Ho deciso di passare al pacchetto qmail   :Wink: 

Cercando sul forum ho trovato molto interessante questo link https://forums.gentoo.org/viewtopic.php?t=111817&highlight=qmail+vpopmail.

Notifico che il mio pc "server" è denominato "gateway.daemon" e che ho a disposizione il subdominio "gentoo.servebeer.com".

Ho seguito passo passo tale howto riportato sopra e tutto funziona a meraviglia (pure dopo aver aggiunto "gentoo.servebeer.com"), nel senso che riesco a loggarmi pure con squirrelmail.   :Smile: 

Il problema è questo: non riesco a mandare ne a ricevere mail tramite "utente_virtuale@gentoo.servebeer.com" a e da internet proprio (in posta locale cmq funziona - il che mi rode parecchio). 

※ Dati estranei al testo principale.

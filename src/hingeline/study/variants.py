"""The variants of a study: grid positions of the moving opening, the positions it cannot
take (and why), and each variant's model data.

Grid. Positions are those of the opening's area centroid, `step` apart in x and y, centred
within the limits [x], [y] of [move_opening] (so a grid fills its limits symmetrically, and
limits a whole number of steps apart are both on the grid). Without limits, the centre may
range over the slab's bounding box shrunk by the opening's own extent about its centroid
(at size factor 1) and by a millionth of the slab's size, so that the opening's bounding box
stays strictly inside the slab's.

Skip reasons, first that applies, by shapely predicates with the model's tolerance: the
opening leaves the slab or touches its edge; it hits another opening, a column or a wall
(comes within the tolerance of it); it overlaps the region of an area load, or lies on a
point or line load (an opening carries no load); finally anything else the model refuses
(its message is the reason).

Units: m. The variant model data are plain TOML tables (dicts and lists), ready for
`hingeline.model.parse_model` and for writing back as TOML.
May import: numpy, shapely, `hingeline.model`, the other study modules.
"""
from __future__ import annotations

import itertools
from dataclasses import dataclass

import numpy as np
import shapely
from shapely.geometry import LineString, Point, Polygon

from ..errors import ModelError
from ..model import parse_model
from ..model.polygons import REL_TOL
from ..model.values import points
from .file import MAX_POSITIONS, Study, StudyError
from .paths import with_value

#: Decimals (of m) kept in the coordinates of a moved opening, so that grid arithmetic
#: (x0 + i * step) gives the same model data, and the same fingerprint, on every run.
DECIMALS = 9


@dataclass(frozen=True, eq=False)
class Variant:
    """One model to solve.

    x, y: centroid of the moving opening, m (None without [move_opening]);
    scale: its size factor (None when the study gives no scale list);
    values: one value per sweep, in the study's order; model: the model data (TOML tables).
    """

    x: float | None
    y: float | None
    scale: float | None
    values: tuple[float, ...]
    model: dict


@dataclass(frozen=True)
class Skipped:
    """A grid position (m) the opening cannot take, and why. values: the sweep values, or ()
    when the position is refused for every one of them."""

    x: float
    y: float
    scale: float | None
    reason: str
    values: tuple[float, ...] = ()


@dataclass(frozen=True, eq=False)
class Plan:
    """Everything a study solves: its variants, the skipped positions and the grid axes
    (xs, ys in m; empty without [move_opening])."""

    variants: tuple[Variant, ...]
    skipped: tuple[Skipped, ...]
    xs: np.ndarray
    ys: np.ndarray


def grid_axis(lo: float, hi: float, step: float) -> np.ndarray:
    """Positions `step` apart centred in [lo, hi] (m); the ends are on it when hi - lo is a
    whole number of steps."""
    n = int(np.floor((hi - lo) / step + 1e-9)) + 1
    start = 0.5 * (lo + hi) - 0.5 * (n - 1) * step
    return np.round(start + step * np.arange(n), DECIMALS)


def centroid(polygon) -> np.ndarray:
    """Area centroid (2,) in m of a polygon given as (k, 2) vertices."""
    c = Polygon(polygon).centroid
    return np.array([c.x, c.y])


def grid(study: Study) -> tuple[np.ndarray, np.ndarray]:
    """The x and y positions (m) of the moving opening's centroid."""
    move = study.move
    poly = np.asarray(move.polygon, dtype=float)
    c = centroid(poly)
    outline = np.asarray(study.model.slab.outline)
    # The opening may not touch the edge, so keep the extreme positions a hair inside: a grid
    # whose ends landed exactly on the limits would waste them on skips.
    margin = 1e-6 * float(max(outline.max(axis=0) - outline.min(axis=0)))
    lo = outline.min(axis=0) + (c - poly.min(axis=0)) + margin
    hi = outline.max(axis=0) - (poly.max(axis=0) - c) - margin
    axes = []
    for k, (axis, limits) in enumerate((("x", move.x), ("y", move.y))):
        a, b = limits if limits is not None else (lo[k], hi[k])
        if a > b:
            raise StudyError(f"study file '{study.path}': move_opening: the opening is larger than the slab "
                             f"along {axis}; there is no position to try")
        axes.append(grid_axis(a, b, move.step))
    if len(axes[0]) * len(axes[1]) > MAX_POSITIONS:
        raise StudyError(f"study file '{study.path}': move_opening.step = {move.step:g} m gives "
                         f"{len(axes[0]) * len(axes[1])} positions (at most {MAX_POSITIONS}); give a larger "
                         "step (m) or limits x = [..], y = [..]")
    return axes[0], axes[1]


def _obstacles(study: Study) -> list[tuple[str, object, str]]:
    """(reason, shapely geometry, test) of everything the opening must keep clear of: test
    "near" (within the tolerance), "overlap" (area in common) or "on" (covers it)."""
    out = []
    for j, op in enumerate(study.base.get("slab", {}).get("opening", [])):
        if study.move.opening != j + 1:
            out.append((f"hits opening {j + 1}", Polygon(points(op.get("polygon"), "opening")), "near"))
    for sp in study.model.supports:
        out.append((f"hits {sp.name}", sp.physical, "near"))
    for ld in study.model.loads:
        if getattr(ld, "region", None) is not None:
            out.append((f"overlaps the region of load \"{ld.name}\"", Polygon(ld.region), "overlap"))
        elif getattr(ld, "at", None) is not None:
            out.append((f"lies on point load \"{ld.name}\"", Point(ld.at), "on"))
        elif getattr(ld, "path", None) is not None:
            out.append((f"lies on line load \"{ld.name}\"", LineString(ld.path), "on"))
    return out


def placements(study: Study, xs: np.ndarray, ys: np.ndarray, scale: float) -> tuple[np.ndarray, list[str | None]]:
    """The moved opening at every grid position (row-major over y then x) at size `scale`:
    its vertices (n, k, 2) in m, and per position None (it fits) or the reason it does not."""
    poly = np.asarray(study.move.polygon, dtype=float)
    rel = (poly - centroid(poly)) * scale
    gx, gy = np.meshgrid(xs, ys)
    centres = np.column_stack([gx.ravel(), gy.ravel()])
    coords = np.round(centres[:, None, :] + rel[None, :, :], DECIMALS)
    polys = shapely.polygons(coords)
    outline = Polygon(study.model.slab.outline)
    lo, hi = outline.bounds[:2], outline.bounds[2:]
    tol = REL_TOL * max(hi[0] - lo[0], hi[1] - lo[1])
    reasons = np.full(len(polys), None, dtype=object)
    # Vectorised over positions; earlier reasons win, so fill only where none is set yet.
    tests = [("leaves the slab", ~shapely.contains(outline, polys)),
             ("touches the slab edge", shapely.distance(outline.exterior, polys) <= tol)]
    for reason, geom, kind in _obstacles(study):
        if kind == "near":
            hit = shapely.distance(geom, polys) <= tol
        elif kind == "overlap":
            hit = shapely.area(shapely.intersection(geom, polys)) > tol * tol / REL_TOL
        else:
            hit = shapely.intersects(geom, shapely.buffer(polys, -tol))
        tests.append((reason, hit))
    for reason, hit in tests:
        reasons[(reasons == None) & hit] = reason  # noqa: E711 (element-wise test of an object array)
    return coords, list(reasons)


def _sweep_combinations(study: Study) -> list[tuple[tuple[float, ...], dict]]:
    """(values, model data) for every combination of the sweeps' values."""
    out = []
    for values in itertools.product(*(s.values for s in study.sweeps)):
        data = study.base
        for s, v in zip(study.sweeps, values):
            data = with_value(data, s.key, v)
        out.append((tuple(values), data))
    return out


def _with_opening(data: dict, opening: int | None, coords: np.ndarray) -> dict:
    """Model data with the moving opening at `coords` (m): replacing opening `opening` (from 1)
    or, for a new opening, added after the others."""
    slab = dict(data.get("slab", {}))
    openings = [dict(op) for op in slab.get("opening", [])]
    polygon = coords.tolist()
    if opening is None:
        openings.append({"polygon": polygon})
    else:
        openings[opening - 1]["polygon"] = polygon
    slab["opening"] = openings
    return {**data, "slab": slab}


def _refused(data: dict) -> str | None:
    """None when the model data make a valid model, else the model's message."""
    try:
        parse_model(data, "model")
    except ModelError as exc:
        return "the model refuses it: " + str(exc).removeprefix("model: ")
    return None


def build_variants(study: Study) -> Plan:
    """All variants of `study` (sweep values outermost, then size, then y, then x) and the
    grid positions skipped, each with its reason. Every variant's model data is checked
    by `parse_model`; a variant it refuses is skipped with the model's message."""
    combos = _sweep_combinations(study)
    variants: list[Variant] = []
    skipped: list[Skipped] = []
    if study.move is None:
        for values, data in combos:
            variants.append(Variant(None, None, None, values, data))
        return Plan(tuple(variants), (), np.empty(0), np.empty(0))
    xs, ys = grid(study)
    scales = study.move.scale or (None,)
    fits = []
    for scale in scales:
        coords, reasons = placements(study, xs, ys, 1.0 if scale is None else scale)
        centres = [(x, y) for y in ys for x in xs]
        for (x, y), c, why in zip(centres, coords, reasons):
            if why is None:
                fits.append((float(x), float(y), scale, c))
            else:
                skipped.append(Skipped(float(x), float(y), scale, why))
    for values, data in combos:
        for x, y, scale, c in fits:
            moved = _with_opening(data, study.move.opening, c)
            why = _refused(moved)
            if why is None:
                variants.append(Variant(x, y, scale, values, moved))
            else:
                skipped.append(Skipped(x, y, scale, why, values))
    if not variants:
        reasons = sorted({s.reason for s in skipped})
        raise StudyError(f"study file '{study.path}': move_opening: every one of the {len(skipped)} positions "
                         f"is skipped ({'; '.join(reasons[:3])}); widen the limits x, y, change the step or "
                         "make the opening smaller")
    return Plan(tuple(variants), tuple(skipped), xs, ys)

Ho pensato che ciò dipenda da una mia errata configurazione di qmail proprio. Visto che è + di una settimana che ci "sbatto sopra"   :Crying or Very sad:   chi ha avuto a che fare con qmail & connessi & domini multipli può darmi la dritta?   :Wink: 

----------

## cerri

Posta qualche log.

----------

## Diggs

Ecco l'output di squirrelmail:

 *Quote:*   

> 
> 
> ERRORE:  
> 
> ERRORE: Connessione interrotta dal server imap.
> ...

 

 :Crying or Very sad: 

Ho fatto esattamente come richiesto sull'how-to postato all'inizio, con vpopmail ho giusto addato "postmaster@gentoo.servebeer.com" & "proudhomm@gentoo.servebeer.com".

----------

## cerri

Una cosa per volta  :Wink: 

Per la spedizione della posta, che errore da qmail quando spedisci all'esterno?

----------

## Diggs

Risolto tutto   :Wink: 

Avevo sbagliato nell'impostare qmail e squirrelmail.

Appena posso scrivo la procedura minimale   :Wink: 

----------

## cerri

D'oh. Ma ieri sera in chat dicevi il contrario....   :Rolling Eyes: 

----------

## oRDeX

beato te che squirrelmail ti funziona :°°° io ci sto sbattendo...e so che è lunga la cosa....  :Crying or Very sad:   :Crying or Very sad: 

----------